Scan the entries below line by line and state how many lines contain the string "slots", giving only the number.

= Beginning of Section =

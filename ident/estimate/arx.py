"""ARX models by QR least squares, and the order/delay sweep.

A multi-output log is fitted as one multi-input single-output (MISO) ARX model
per output ``i``::

    y_i[k] + a_1 y_i[k-1] + ... + a_na y_i[k-na]
        = sum_j sum_{l=0}^{nb_j-1} b_{ij,l} u_j[k - nk_j - l] + e_i[k]

with the same orders ``na``, ``nb_j`` and delays ``nk_j`` for every output.

How the numbers are obtained
----------------------------
The regression rows of every experiment (rows never straddle two experiments)
are written, block by block, into one float64 buffer from
:func:`numpy.lib.stride_tricks.sliding_window_view` views of the signals, with
the targets ``y_i[k]`` as extra columns. Each block is stacked under the R
factor so far and re-factorised (:func:`numpy.linalg.qr`, R only), so memory
stays bounded on long logs and the data are touched once. Every quantity of
every candidate model then comes from this small R factor: a model whose
regressors are a subset ``S`` of the columns solves
``min ||R[:, t] - R[:, S] theta||`` by a second, tiny QR; its residual vector
in the R coordinates has the same inner products as the full residual, so
residual norms and cross-output residual covariances are exact. No normal
equations are formed anywhere. The accumulation and the subset solve live in
:mod:`ident.estimate.regression`, which the delay estimator shares.
"""

from __future__ import annotations

import itertools
import warnings
from collections.abc import Iterator, Mapping, Sequence
from dataclasses import dataclass, field, fields

import numpy as np

from .._validate import int_in_range, names_tuple, positive_float
from ..errors import (
    IdentificationError,
    IllConditionedWarning,
    OptionError,
    UnstableModelWarning,
)
from ..lti._linalg import block_diag, column_norms, column_sums
from ..lti.models import StateSpaceModel, TransferFunctionModel
from ..lti.simulate import all_pole_filter, simulation_inputs
from .data import Experiment, as_experiments
from .delay import DelayEstimate, estimate_delay
from .order import CRITERIA, Criteria, best_index, information_criteria
from .regression import (
    RANK_TOL,
    RegressorBlock,
    accumulate_r,
    column_index,
    fill_rows,
    lag_blocks,
    largest_lag,
    rows_available,
    solve_subset,
)

__all__ = [
    "SELECTION_RULES",
    "ArxOptions",
    "ArxResult",
    "ArxCandidate",
    "ArxSweep",
    "fit_arx",
    "fit_arx_candidates",
    "iter_arx_candidates",
    "sweep_arx",
    "grid_search_arx",
    "shortlist",
    "arx_regressors",
    "arx_state_space",
]

#: Ways to pick the best row of an :class:`ArxSweep`: the information criteria,
#: and the simulation fit on validation data (only when validation data are given).
SELECTION_RULES = (*CRITERIA, "validation_fit")

#: Below this sine, the regression is ill conditioned (a warning in fit_arx).
_WARN_TOL = 1e-7
#: A loss below this fraction of the mean square output (per output, multiplied
#: over outputs) is a numerically exact fit; criteria use this floor instead,
#: so exact fits tie and the tie goes to the model with fewer parameters.
_EXACT_FIT_LOSS = 1e-20


# --------------------------------------------------------------------------- options


def _order(value: object, name: str) -> int:
    return int_in_range(value, name, 0)


def _order_spec(value: object, name: str) -> int | tuple[int, ...]:
    if isinstance(value, (list, tuple)):
        if not value:
            raise OptionError(f"{name} must be a non-negative integer or a non-empty list of them")
        return tuple(_order(v, f"{name}[{k}]") for k, v in enumerate(value))
    return _order(value, name)


@dataclass(frozen=True, slots=True, eq=False, kw_only=True)
class ArxOptions:
    """Structure of an ARX model (parameters only, nothing learned).

    Parameters
    ----------
    na : int, default 2
        Number of output lags ``a_1 .. a_na`` (poles per output); 0 gives an FIR model.
    nb : int or tuple of int, default 2
        Number of input coefficients per input; an int applies to every input.
        0 leaves an input out.
    nk : int or tuple of int or None, default None
        Input delay in samples per input (0 = direct feed-through). ``None``
        estimates it per input with :func:`ident.estimate.delay.estimate_delay` (the
        smallest delay over the outputs).
    """

    na: int = 2
    nb: int | tuple[int, ...] = 2
    nk: int | tuple[int, ...] | None = None

    def __post_init__(self) -> None:
        object.__setattr__(self, "na", _order(self.na, "na"))
        object.__setattr__(self, "nb", _order_spec(self.nb, "nb"))
        if self.nk is not None:
            object.__setattr__(self, "nk", _order_spec(self.nk, "nk"))

    @classmethod
    def from_mapping(cls, mapping: Mapping[str, object]) -> ArxOptions:
        """Build options from a mapping such as a pipeline-file table.

        Raises
        ------
        OptionError
            For a key that is not an option (the message lists the valid keys)
            or a value that is not allowed.
        """
        valid = tuple(f.name for f in fields(cls))
        unknown = [str(k) for k in mapping if k not in valid]
        if unknown:
            raise OptionError(
                f"unknown ARX option(s) {', '.join(map(repr, unknown))}; valid keys: "
                f"{', '.join(valid)}"
            )
        return cls(**{str(k): v for k, v in mapping.items()})

    def resolve(self, n_inputs: int) -> tuple[tuple[int, ...], tuple[int, ...] | None]:
        """Return ``(nb, nk)`` as per-input tuples (``nk`` may stay ``None``)."""
        return (_per_input(self.nb, "nb", n_inputs),
                None if self.nk is None else _per_input(self.nk, "nk", n_inputs))


def _per_input(value: int | tuple[int, ...], name: str, m: int) -> tuple[int, ...]:
    if isinstance(value, tuple):
        if len(value) != m:
            raise OptionError(f"{name} must hold one value per input ({m}); got {len(value)}")
        return value
    return (int(value),) * m


# --------------------------------------------------------------------------- results


@dataclass(frozen=True, slots=True, eq=False)
class ArxResult:
    """A fitted ARX model with its parameter statistics.

    Attributes
    ----------
    model : StateSpaceModel
        Discrete-time realisation (observer form per output, block diagonal
        over outputs, see :func:`arx_state_space`); ``operating_point`` is
        ``None`` (the caller sets it).
    options : ArxOptions
        The options asked for.
    na : int
        Output lags.
    nb, nk : tuple of int
        Input coefficients and delays (samples) per input, as used (``nk``
        resolved when it was estimated).
    a : tuple of numpy.ndarray
        Per output, ``[1, a_1, ..., a_na]``.
    b : tuple of tuple of numpy.ndarray
        ``b[i][j]``: coefficients of ``q^-nk_j .. q^-(nk_j+nb_j-1)`` from input
        ``j`` to output ``i``.
    parameters : tuple of numpy.ndarray
        Per output, ``[a_1..a_na, b_i1..., b_i2..., ...]``.
    std_errors : tuple of numpy.ndarray
        Standard errors of ``parameters`` (square roots of the covariance diagonal).
    covariance : tuple of numpy.ndarray
        Per output, ``sigma_i^2 (Phi_i^T Phi_i)^-1`` computed from the R factor.
    residual_variance : numpy.ndarray, shape (p,)
        ``sigma_i^2 = ||e_i||^2 / (N - d_i)`` (unbiased, as in OLS).
    loss : float
        ``V``: mean squared residual for one output, ``det((1/N) E^T E)`` for several.
    n_samples : int
        ``N``, number of regression rows used (all experiments together).
    n_parameters : int
        ``d``, parameters of all outputs together.
    criteria : Criteria
        AIC, BIC/MDL, FPE from ``loss``, ``d`` and ``N`` (a numerically exact
        fit uses the loss floor described in :func:`sweep_arx`).
    delay : DelayEstimate or None
        The evidence for the delays when ``nk`` was estimated; ``None`` when given.
    """

    model: StateSpaceModel
    options: ArxOptions
    na: int
    nb: tuple[int, ...]
    nk: tuple[int, ...]
    a: tuple[np.ndarray, ...]
    b: tuple[tuple[np.ndarray, ...], ...]
    parameters: tuple[np.ndarray, ...]
    std_errors: tuple[np.ndarray, ...]
    covariance: tuple[np.ndarray, ...]
    residual_variance: np.ndarray
    loss: float
    n_samples: int
    n_parameters: int
    criteria: Criteria
    delay: DelayEstimate | None = None

    def simulate(self, u: np.ndarray, x0: np.ndarray | None = None) -> np.ndarray:
        """Free-run output of the model driven by ``u``, by its difference equations.

        Parameters
        ----------
        u : array_like, shape (N, m)
            Input deviations from the operating point.
        x0 : array_like, shape (n,), optional
            Initial state in the coordinates of :attr:`model` (the observer
            form of :func:`arx_state_space`); zero by default.

        Returns
        -------
        numpy.ndarray, shape (N, p)
            The same as ``ident.lti.simulate.simulate(self.model, u, x0)`` up to
            rounding, computed from the difference equations in real
            arithmetic, ``O(N n)`` (a convolution and a banded triangular
            solve per output), which is the fastest way to score a candidate
            on a long log.
        """
        u, x0 = simulation_inputs(self.model, u, x0)
        return _arx_simulate(self.a, self.b, self.nk, u, x0)

    def transfer_function(self) -> TransferFunctionModel:
        """Return the p x m transfer-function matrix in descending powers of z.

        Channel ``(i, j)`` is ``z^-nk_j B_ij(z^-1) / A_i(z^-1)``, both multiplied
        by ``z^n_i`` with ``n_i = max(na, max_j(nk_j + nb_j - 1))`` so numerator
        and denominator are polynomials in z.
        """
        num, den = _tf_polynomials(self.a, self.b, self.nk)
        return TransferFunctionModel(num=num, den=den, sample_time=self.model.sample_time,
                                     inputs=self.model.inputs, outputs=self.model.outputs)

= End of Section =

◆ Task solution ◆
2